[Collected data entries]

++++++++++

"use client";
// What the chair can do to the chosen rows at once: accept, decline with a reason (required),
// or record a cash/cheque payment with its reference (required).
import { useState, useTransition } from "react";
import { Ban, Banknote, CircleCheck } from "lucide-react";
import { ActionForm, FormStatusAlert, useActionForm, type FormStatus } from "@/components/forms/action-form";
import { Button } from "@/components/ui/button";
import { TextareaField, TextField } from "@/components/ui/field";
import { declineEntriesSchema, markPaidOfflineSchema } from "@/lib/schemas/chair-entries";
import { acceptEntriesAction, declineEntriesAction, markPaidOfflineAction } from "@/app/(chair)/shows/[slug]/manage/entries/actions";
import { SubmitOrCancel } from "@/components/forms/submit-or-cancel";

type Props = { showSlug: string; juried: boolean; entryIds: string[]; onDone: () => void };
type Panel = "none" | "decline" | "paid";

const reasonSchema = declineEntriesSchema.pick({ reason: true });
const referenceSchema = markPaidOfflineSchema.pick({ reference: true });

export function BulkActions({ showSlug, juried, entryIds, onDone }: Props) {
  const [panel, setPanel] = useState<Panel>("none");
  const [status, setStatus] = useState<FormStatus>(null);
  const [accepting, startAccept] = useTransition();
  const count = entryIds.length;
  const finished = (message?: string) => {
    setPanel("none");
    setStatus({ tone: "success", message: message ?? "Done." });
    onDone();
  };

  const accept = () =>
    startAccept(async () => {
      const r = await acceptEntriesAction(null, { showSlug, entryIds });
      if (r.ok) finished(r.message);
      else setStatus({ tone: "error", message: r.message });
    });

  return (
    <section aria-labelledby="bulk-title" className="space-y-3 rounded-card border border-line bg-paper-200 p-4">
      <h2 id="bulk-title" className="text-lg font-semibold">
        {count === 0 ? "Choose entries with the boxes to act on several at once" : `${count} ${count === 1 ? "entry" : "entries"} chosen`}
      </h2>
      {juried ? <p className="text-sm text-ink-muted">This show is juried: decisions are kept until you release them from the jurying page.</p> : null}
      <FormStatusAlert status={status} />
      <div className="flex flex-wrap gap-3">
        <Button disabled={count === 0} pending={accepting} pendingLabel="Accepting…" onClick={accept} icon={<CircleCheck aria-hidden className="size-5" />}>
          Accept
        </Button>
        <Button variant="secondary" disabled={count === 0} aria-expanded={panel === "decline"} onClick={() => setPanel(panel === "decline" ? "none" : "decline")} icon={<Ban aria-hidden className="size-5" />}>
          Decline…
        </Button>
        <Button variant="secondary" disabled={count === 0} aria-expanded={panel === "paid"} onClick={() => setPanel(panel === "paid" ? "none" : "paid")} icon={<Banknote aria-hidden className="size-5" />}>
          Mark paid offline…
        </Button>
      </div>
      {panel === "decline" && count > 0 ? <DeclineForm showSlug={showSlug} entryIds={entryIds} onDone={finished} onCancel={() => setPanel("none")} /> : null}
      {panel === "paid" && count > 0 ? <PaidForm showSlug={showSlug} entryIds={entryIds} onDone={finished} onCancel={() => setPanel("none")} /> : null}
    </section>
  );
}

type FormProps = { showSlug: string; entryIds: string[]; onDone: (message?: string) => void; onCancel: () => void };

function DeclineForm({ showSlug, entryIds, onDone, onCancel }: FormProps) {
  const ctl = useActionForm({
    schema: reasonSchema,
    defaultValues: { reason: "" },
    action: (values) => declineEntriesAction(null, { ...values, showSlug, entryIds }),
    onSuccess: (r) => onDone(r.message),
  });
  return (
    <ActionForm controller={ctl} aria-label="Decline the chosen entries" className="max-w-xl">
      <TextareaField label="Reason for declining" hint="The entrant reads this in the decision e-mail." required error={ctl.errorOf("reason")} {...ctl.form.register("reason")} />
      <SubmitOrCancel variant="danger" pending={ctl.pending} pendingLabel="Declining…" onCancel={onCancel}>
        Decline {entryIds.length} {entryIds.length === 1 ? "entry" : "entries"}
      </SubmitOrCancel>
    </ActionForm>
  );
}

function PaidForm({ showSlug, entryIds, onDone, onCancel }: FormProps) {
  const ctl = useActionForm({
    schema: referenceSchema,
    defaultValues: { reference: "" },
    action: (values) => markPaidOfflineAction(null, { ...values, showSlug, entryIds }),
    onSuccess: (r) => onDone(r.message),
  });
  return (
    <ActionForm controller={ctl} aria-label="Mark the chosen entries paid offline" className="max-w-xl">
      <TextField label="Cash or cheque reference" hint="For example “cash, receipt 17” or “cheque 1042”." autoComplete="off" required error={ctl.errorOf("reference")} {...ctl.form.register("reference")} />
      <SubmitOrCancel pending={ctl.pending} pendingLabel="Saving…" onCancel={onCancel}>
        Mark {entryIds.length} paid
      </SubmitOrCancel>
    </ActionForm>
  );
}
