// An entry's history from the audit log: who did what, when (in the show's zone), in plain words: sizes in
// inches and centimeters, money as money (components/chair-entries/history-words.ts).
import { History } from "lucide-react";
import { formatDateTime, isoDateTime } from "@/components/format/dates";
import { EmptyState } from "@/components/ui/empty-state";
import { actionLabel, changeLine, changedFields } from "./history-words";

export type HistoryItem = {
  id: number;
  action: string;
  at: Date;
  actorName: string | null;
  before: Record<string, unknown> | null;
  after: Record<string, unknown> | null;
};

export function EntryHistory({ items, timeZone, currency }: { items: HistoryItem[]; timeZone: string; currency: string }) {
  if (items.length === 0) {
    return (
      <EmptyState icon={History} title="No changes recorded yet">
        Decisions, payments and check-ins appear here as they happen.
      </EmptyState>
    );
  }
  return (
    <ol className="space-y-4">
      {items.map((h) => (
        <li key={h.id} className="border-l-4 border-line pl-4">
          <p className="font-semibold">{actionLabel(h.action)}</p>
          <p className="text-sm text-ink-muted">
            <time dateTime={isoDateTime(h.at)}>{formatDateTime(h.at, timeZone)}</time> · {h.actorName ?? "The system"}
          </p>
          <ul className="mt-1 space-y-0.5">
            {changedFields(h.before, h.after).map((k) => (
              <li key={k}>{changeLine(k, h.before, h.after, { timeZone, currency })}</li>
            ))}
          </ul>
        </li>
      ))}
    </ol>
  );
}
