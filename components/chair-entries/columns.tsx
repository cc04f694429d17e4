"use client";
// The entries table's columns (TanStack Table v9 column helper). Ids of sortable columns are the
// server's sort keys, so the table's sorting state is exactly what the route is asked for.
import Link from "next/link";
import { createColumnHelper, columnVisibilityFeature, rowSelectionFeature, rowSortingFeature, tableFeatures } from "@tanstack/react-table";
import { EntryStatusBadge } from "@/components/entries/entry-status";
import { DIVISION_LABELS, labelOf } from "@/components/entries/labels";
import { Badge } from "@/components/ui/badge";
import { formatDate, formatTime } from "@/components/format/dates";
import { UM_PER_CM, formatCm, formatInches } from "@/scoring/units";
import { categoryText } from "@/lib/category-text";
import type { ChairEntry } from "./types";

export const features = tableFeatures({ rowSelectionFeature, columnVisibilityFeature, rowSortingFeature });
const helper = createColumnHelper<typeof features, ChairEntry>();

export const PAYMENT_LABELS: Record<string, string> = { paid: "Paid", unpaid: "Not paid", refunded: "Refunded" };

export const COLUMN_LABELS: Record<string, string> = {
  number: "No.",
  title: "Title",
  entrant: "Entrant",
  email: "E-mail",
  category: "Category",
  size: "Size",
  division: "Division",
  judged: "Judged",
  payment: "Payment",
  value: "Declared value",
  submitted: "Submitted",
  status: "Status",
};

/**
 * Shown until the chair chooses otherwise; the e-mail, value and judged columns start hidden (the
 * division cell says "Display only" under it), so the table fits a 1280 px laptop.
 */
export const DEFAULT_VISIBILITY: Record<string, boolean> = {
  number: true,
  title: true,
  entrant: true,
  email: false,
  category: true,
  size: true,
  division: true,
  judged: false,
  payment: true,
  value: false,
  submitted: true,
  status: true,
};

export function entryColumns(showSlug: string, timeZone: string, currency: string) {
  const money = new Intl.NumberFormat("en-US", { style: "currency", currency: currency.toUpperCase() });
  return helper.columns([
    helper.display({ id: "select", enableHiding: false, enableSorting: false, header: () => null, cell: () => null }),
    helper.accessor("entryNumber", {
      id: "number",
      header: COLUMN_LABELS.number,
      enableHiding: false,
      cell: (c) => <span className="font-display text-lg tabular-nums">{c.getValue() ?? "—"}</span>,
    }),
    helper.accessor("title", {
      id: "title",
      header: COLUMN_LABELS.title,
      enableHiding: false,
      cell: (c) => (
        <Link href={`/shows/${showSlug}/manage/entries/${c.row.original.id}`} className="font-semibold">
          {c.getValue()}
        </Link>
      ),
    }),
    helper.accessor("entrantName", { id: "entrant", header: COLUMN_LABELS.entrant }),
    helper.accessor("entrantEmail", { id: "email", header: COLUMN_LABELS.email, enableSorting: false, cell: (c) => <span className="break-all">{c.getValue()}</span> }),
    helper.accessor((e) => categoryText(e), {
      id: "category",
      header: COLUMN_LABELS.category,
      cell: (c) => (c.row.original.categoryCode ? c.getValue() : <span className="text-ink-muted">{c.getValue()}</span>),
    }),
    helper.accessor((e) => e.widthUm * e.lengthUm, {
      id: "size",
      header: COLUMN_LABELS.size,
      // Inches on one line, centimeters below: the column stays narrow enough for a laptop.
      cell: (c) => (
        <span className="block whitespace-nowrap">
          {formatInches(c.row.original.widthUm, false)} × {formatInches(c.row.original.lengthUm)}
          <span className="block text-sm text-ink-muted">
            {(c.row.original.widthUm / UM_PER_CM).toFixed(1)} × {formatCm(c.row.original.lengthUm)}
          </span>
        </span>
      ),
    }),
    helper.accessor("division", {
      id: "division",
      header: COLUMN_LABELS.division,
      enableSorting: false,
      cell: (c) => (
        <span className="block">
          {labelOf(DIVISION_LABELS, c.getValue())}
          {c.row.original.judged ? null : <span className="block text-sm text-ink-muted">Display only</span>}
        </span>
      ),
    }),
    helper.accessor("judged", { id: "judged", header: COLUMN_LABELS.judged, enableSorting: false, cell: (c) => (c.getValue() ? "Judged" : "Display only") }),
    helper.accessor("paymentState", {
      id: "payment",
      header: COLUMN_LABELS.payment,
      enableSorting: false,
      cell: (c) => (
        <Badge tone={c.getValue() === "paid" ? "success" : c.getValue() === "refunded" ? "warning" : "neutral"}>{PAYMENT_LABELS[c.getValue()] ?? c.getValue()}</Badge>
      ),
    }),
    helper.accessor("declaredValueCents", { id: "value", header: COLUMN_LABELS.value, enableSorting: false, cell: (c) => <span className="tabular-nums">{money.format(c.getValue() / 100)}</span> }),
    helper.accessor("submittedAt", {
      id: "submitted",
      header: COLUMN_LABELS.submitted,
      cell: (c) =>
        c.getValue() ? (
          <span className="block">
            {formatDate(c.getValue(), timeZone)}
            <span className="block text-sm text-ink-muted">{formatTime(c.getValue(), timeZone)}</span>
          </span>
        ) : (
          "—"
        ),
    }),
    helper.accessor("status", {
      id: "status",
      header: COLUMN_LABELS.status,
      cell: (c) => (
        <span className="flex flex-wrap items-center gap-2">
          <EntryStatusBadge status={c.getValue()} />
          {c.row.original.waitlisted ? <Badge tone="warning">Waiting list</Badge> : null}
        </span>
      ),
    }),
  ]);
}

++++++++++

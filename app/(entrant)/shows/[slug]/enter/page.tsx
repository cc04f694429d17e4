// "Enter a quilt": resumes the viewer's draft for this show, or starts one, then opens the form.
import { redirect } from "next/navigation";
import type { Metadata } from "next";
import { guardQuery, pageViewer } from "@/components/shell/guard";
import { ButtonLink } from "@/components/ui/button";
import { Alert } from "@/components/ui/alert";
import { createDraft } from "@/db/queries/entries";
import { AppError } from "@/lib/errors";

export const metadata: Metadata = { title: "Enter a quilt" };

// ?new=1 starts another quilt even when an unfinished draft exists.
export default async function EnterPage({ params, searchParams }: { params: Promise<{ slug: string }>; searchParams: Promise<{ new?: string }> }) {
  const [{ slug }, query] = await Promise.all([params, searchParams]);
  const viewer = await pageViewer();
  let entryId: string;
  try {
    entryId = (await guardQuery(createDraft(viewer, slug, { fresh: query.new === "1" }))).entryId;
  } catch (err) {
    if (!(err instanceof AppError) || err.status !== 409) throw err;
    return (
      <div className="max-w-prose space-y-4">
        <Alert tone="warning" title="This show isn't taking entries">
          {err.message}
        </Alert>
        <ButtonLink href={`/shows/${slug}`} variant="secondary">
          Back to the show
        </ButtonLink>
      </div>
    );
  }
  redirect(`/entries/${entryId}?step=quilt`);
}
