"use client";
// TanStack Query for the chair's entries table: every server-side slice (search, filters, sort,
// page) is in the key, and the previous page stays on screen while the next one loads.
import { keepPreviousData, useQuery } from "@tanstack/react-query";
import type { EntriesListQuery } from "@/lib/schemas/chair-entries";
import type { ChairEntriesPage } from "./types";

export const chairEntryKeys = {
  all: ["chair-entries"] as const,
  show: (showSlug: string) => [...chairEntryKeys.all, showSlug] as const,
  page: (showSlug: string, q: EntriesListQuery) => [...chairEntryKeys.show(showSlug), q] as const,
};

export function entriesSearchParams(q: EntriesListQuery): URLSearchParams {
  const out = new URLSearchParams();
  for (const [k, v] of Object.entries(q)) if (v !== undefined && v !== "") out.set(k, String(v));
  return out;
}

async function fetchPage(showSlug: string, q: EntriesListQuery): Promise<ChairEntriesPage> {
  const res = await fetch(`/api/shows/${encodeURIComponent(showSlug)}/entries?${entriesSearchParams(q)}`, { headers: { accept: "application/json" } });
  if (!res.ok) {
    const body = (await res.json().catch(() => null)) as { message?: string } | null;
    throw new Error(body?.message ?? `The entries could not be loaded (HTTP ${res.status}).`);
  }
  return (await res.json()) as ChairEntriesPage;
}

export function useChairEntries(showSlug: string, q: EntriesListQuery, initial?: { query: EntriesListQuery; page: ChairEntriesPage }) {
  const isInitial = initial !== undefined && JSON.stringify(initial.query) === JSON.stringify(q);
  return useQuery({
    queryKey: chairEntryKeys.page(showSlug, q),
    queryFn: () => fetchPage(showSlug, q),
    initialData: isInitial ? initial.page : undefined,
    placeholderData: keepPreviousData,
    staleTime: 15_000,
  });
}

++++++++++

Going through the entries above, report how many lines contain the word "actionLabel", with no other text.

2